YOUR GOAL »
Search term "LEFT": copy each line of the data containing it.

____

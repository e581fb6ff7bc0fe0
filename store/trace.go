package store

import (
	"context"
	"time"

	"github.com/jackc/pgx/v5"

	"github.com/rotorwright/rotorwright/fleet"
)

// ManifestFlight is one flight of a job with everything it carried.
type ManifestFlight struct {
	FlightID     string             `json:"flight_id"`
	AirframeID   string             `json:"airframe_id"`
	AirframeCode string             `json:"airframe_code"`
	Pilot        string             `json:"pilot"`
	TakeoffAt    time.Time          `json:"takeoff_at"`
	LandingAt    time.Time          `json:"landing_at"`
	Hours        float64            `json:"hours"`
	Parts        []fleet.FittedPart `json:"parts"`
	Packs        []fleet.FlightPack `json:"packs"`
	// ReadinessAtTakeoff is the flight's verdict as of take-off (nil: not
	// judged yet); FlownNotReadyEventID names the event that flags a flight
	// which took off not ready.
	ReadinessAtTakeoff   *fleet.Readiness `json:"readiness_at_takeoff"`
	FlownNotReadyEventID *string          `json:"flown_not_ready_event_id"`
}

// Manifest is the audit answer to "which parts flew on this job".
type Manifest struct {
	Job     *fleet.Job       `json:"job"`
	Flights []ManifestFlight `json:"flights"`
}

// fitAtTakeoff joins a fit to the flights it was on board for, in a form
// the (airframe_id, takeoff_at) index serves.
const fitAtTakeoff = `fl.airframe_id = f.airframe_id AND fl.takeoff_at >= lower(f.during)
	AND (upper_inf(f.during) OR fl.takeoff_at < upper(f.during))`

// Manifest returns every flight of the job with every part fitted at take-off
// and the packs flown.
func (db *DB) Manifest(ctx context.Context, jobID string) (*Manifest, error) {
	j, err := db.Job(ctx, jobID)
	if err != nil {
		return nil, err
	}
	rows, err := db.pool.Query(ctx, `
		SELECT fl.id, fl.airframe_id, a.code, fl.pilot, fl.takeoff_at, fl.landing_at, fl.readiness_at_takeoff,
			(SELECT e.id FROM events e WHERE e.flight_id = fl.id AND e.kind = 'flown_not_ready')
		FROM flights fl JOIN airframes a ON a.id = fl.airframe_id
		WHERE fl.job_id = $1 ORDER BY fl.takeoff_at, fl.id`, jobID)
	if err != nil {
		return nil, translate(err)
	}
	flights, err := collect(rows, func(r pgx.Row) (ManifestFlight, error) {
		var m ManifestFlight
		err := r.Scan(&m.FlightID, &m.AirframeID, &m.AirframeCode, &m.Pilot, &m.TakeoffAt, &m.LandingAt,
			&m.ReadinessAtTakeoff, &m.FlownNotReadyEventID)
		m.Hours = m.LandingAt.Sub(m.TakeoffAt).Hours()
		m.Parts, m.Packs = []fleet.FittedPart{}, []fleet.FlightPack{}
		return m, err
	})
	if err != nil {
		return nil, err
	}
	index := map[string]int{}
	ids := make([]string, len(flights))
	for i, f := range flights {
		index[f.FlightID], ids[i] = i, f.FlightID
	}
	rows, err = db.pool.Query(ctx, `
		SELECT fl.id, f.position, f.kind, p.id, p.serial, p.part_number, p.lot, lower(f.during)
		FROM flights fl
		JOIN fits f ON `+fitAtTakeoff+`
		JOIN parts p ON p.id = f.part_id
		WHERE fl.job_id = $1 ORDER BY fl.id, f.kind, f.position`, jobID)
	if err != nil {
		return nil, translate(err)
	}
	defer rows.Close()
	for rows.Next() {
		var fid string
		var p fleet.FittedPart
		if err := rows.Scan(&fid, &p.Position, &p.Kind, &p.PartID, &p.Serial, &p.PartNumber, &p.Lot, &p.FittedAt); err != nil {
			return nil, translate(err)
		}
		m := &flights[index[fid]]
		m.Parts = append(m.Parts, p)
	}
	if err := rows.Err(); err != nil {
		return nil, translate(err)
	}
	packs, err := db.flightPacks(ctx, ids)
	if err != nil {
		return nil, err
	}
	for i := range flights {
		flights[i].Packs = append(flights[i].Packs, packs[flights[i].FlightID]...)
	}
	if flights == nil {
		flights = []ManifestFlight{}
	}
	return &Manifest{Job: j, Flights: flights}, nil
}

// TraceFlight is a flight that carried one of the traced parts.
type TraceFlight struct {
	FlightID     string    `json:"flight_id"`
	AirframeCode string    `json:"airframe_code"`
	JobID        *string   `json:"job_id"`
	JobCode      *string   `json:"job_code"`
	TakeoffAt    time.Time `json:"takeoff_at"`
	Serials      []string  `json:"serials"`
}

// TraceJob is a job affected by the traced parts.
type TraceJob struct {
	ID      string `json:"id"`
	Code    string `json:"code"`
	Client  string `json:"client"`
	Flights int    `json:"flights"`
}

// Trace answers "which flights and jobs did these parts fly".
type Trace struct {
	Parts   []*fleet.Part `json:"parts"`
	Flights []TraceFlight `json:"flights"`
	Jobs    []TraceJob    `json:"jobs"`
}

// Trace finds the parts of a supplier lot or part number, every flight they
// flew (fitted at take-off, or as a pack) and the jobs those flights served.
func (db *DB) Trace(ctx context.Context, lot, partNumber string) (*Trace, error) {
	rows, err := db.pool.Query(ctx, `
		SELECT `+partCols+` FROM parts
		WHERE ($1 = '' OR lot = $1) AND ($2 = '' OR part_number = $2) ORDER BY kind, serial`, lot, partNumber)
	if err != nil {
		return nil, translate(err)
	}
	parts, err := collect(rows, scanPart)
	if err != nil {
		return nil, err
	}
	ids := make([]string, len(parts))
	for i, p := range parts {
		ids[i] = p.ID
	}
	rows, err = db.pool.Query(ctx, `
		WITH carried AS (
			SELECT fl.id AS flight_id, f.part_id FROM fits f JOIN flights fl ON `+fitAtTakeoff+`
			WHERE f.part_id = ANY($1::uuid[])
			UNION
			SELECT fp.flight_id, fp.part_id FROM flight_packs fp WHERE fp.part_id = ANY($1::uuid[]))
		SELECT fl.id, a.code, j.id, j.code, fl.takeoff_at, array_agg(p.serial ORDER BY p.serial)
		FROM carried c
		JOIN flights fl ON fl.id = c.flight_id
		JOIN airframes a ON a.id = fl.airframe_id
		JOIN parts p ON p.id = c.part_id
		LEFT JOIN jobs j ON j.id = fl.job_id
		GROUP BY fl.id, a.code, j.id, j.code, fl.takeoff_at
		ORDER BY fl.takeoff_at, fl.id`, ids)
	if err != nil {
		return nil, translate(err)
	}
	flights, err := collect(rows, func(r pgx.Row) (TraceFlight, error) {
		var t TraceFlight
		return t, r.Scan(&t.FlightID, &t.AirframeCode, &t.JobID, &t.JobCode, &t.TakeoffAt, &t.Serials)
	})
	if err != nil {
		return nil, err
	}
	jobs := []TraceJob{}
	seen := map[string]int{}
	for _, f := range flights {
		if f.JobID == nil {
			continue
		}
		if i, ok := seen[*f.JobID]; ok {
			jobs[i].Flights++
			continue
		}
		seen[*f.JobID] = len(jobs)
		jobs = append(jobs, TraceJob{ID: *f.JobID, Code: *f.JobCode, Flights: 1})
	}
	for i := range jobs {
		if err := db.pool.QueryRow(ctx, `SELECT client FROM jobs WHERE id = $1`, jobs[i].ID).Scan(&jobs[i].Client); err != nil {
			return nil, translate(err)
		}
	}
	if parts == nil {
		parts = []*fleet.Part{}
	}
	if flights == nil {
		flights = []TraceFlight{}
	}
	return &Trace{Parts: parts, Flights: flights, Jobs: jobs}, nil
}

// HistoryFit is one stay of the part on an airframe.
type HistoryFit struct {
	fleet.Fit
	AirframeCode string `json:"airframe_code"`
}

// HistoryFlight is one flight the part flew.
type HistoryFlight struct {
	FlightID     string    `json:"flight_id"`
	AirframeCode string    `json:"airframe_code"`
	JobCode      *string   `json:"job_code"`
	TakeoffAt    time.Time `json:"takeoff_at"`
	LandingAt    time.Time `json:"landing_at"`
	Hours        float64   `json:"hours"`
}

// HistoryTotals are the part's time in service and cycles, across airframes.
type HistoryTotals struct {
	Flights int     `json:"flights"`
	Cycles  int     `json:"cycles"`
	Hours   float64 `json:"hours"`
}

// History is the full record of a part.
type History struct {
	Part       *fleet.Part              `json:"part"`
	Fits       []HistoryFit             `json:"fits"`
	Totals     HistoryTotals            `json:"totals"`
	ByAirframe map[string]HistoryTotals `json:"by_airframe"`
	Flights    []HistoryFlight          `json:"flights"`
	Events     []*fleet.Event           `json:"events"`
}

// PartHistory returns the part's fits, every flight it flew (fitted at
// take-off, or as a pack) with totals carried across airframes, and its events.
func (db *DB) PartHistory(ctx context.Context, id string) (*History, error) {
	p, err := db.Part(ctx, id)
	if err != nil {
		return nil, err
	}
	h := &History{Part: p, Fits: []HistoryFit{}, Flights: []HistoryFlight{}, ByAirframe: map[string]HistoryTotals{}}
	rows, err := db.pool.Query(ctx, `
		SELECT f.id, f.part_id, f.airframe_id, f.kind, f.position, lower(f.during), upper(f.during), f.removal_reason, a.code
		FROM fits f JOIN airframes a ON a.id = f.airframe_id WHERE f.part_id = $1 ORDER BY lower(f.during)`, id)
	if err != nil {
		return nil, translate(err)
	}
	fits, err := collect(rows, func(r pgx.Row) (HistoryFit, error) {
		var f HistoryFit
		return f, r.Scan(&f.ID, &f.PartID, &f.AirframeID, &f.Kind, &f.Position, &f.FittedAt, &f.RemovedAt, &f.RemovalReason, &f.AirframeCode)
	})
	if err != nil {
		return nil, err
	}
	if fits != nil {
		h.Fits = fits
	}
	rows, err = db.pool.Query(ctx, `
		WITH flown AS (
			SELECT fl.id FROM fits f JOIN flights fl ON `+fitAtTakeoff+` WHERE f.part_id = $1
			UNION
			SELECT flight_id FROM flight_packs WHERE part_id = $1)
		SELECT fl.id, a.code, j.code, fl.takeoff_at, fl.landing_at
		FROM flown JOIN flights fl ON fl.id = flown.id
		JOIN airframes a ON a.id = fl.airframe_id LEFT JOIN jobs j ON j.id = fl.job_id
		ORDER BY fl.takeoff_at`, id)
	if err != nil {
		return nil, translate(err)
	}
	flights, err := collect(rows, func(r pgx.Row) (HistoryFlight, error) {
		var f HistoryFlight
		err := r.Scan(&f.FlightID, &f.AirframeCode, &f.JobCode, &f.TakeoffAt, &f.LandingAt)
		f.Hours = f.LandingAt.Sub(f.TakeoffAt).Hours()
		return f, err
	})
	if err != nil {
		return nil, err
	}
	for _, f := range flights {
		h.Totals.add(f.Hours)
		t := h.ByAirframe[f.AirframeCode]
		t.add(f.Hours)
		h.ByAirframe[f.AirframeCode] = t
	}
	if flights != nil {
		h.Flights = flights
	}
	h.Events, _, err = db.Events(ctx, EventFilter{PartID: id}, Page{Limit: MaxPageSize})
	if h.Events == nil {
		h.Events = []*fleet.Event{}
	}
	return h, err
}

func (t *HistoryTotals) add(hours float64) {
	t.Flights++
	t.Cycles++
	t.Hours += hours
}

____

EXPECTED OUTPUT »
		LEFT JOIN jobs j ON j.id = fl.job_id
		JOIN airframes a ON a.id = fl.airframe_id LEFT JOIN jobs j ON j.id = fl.job_id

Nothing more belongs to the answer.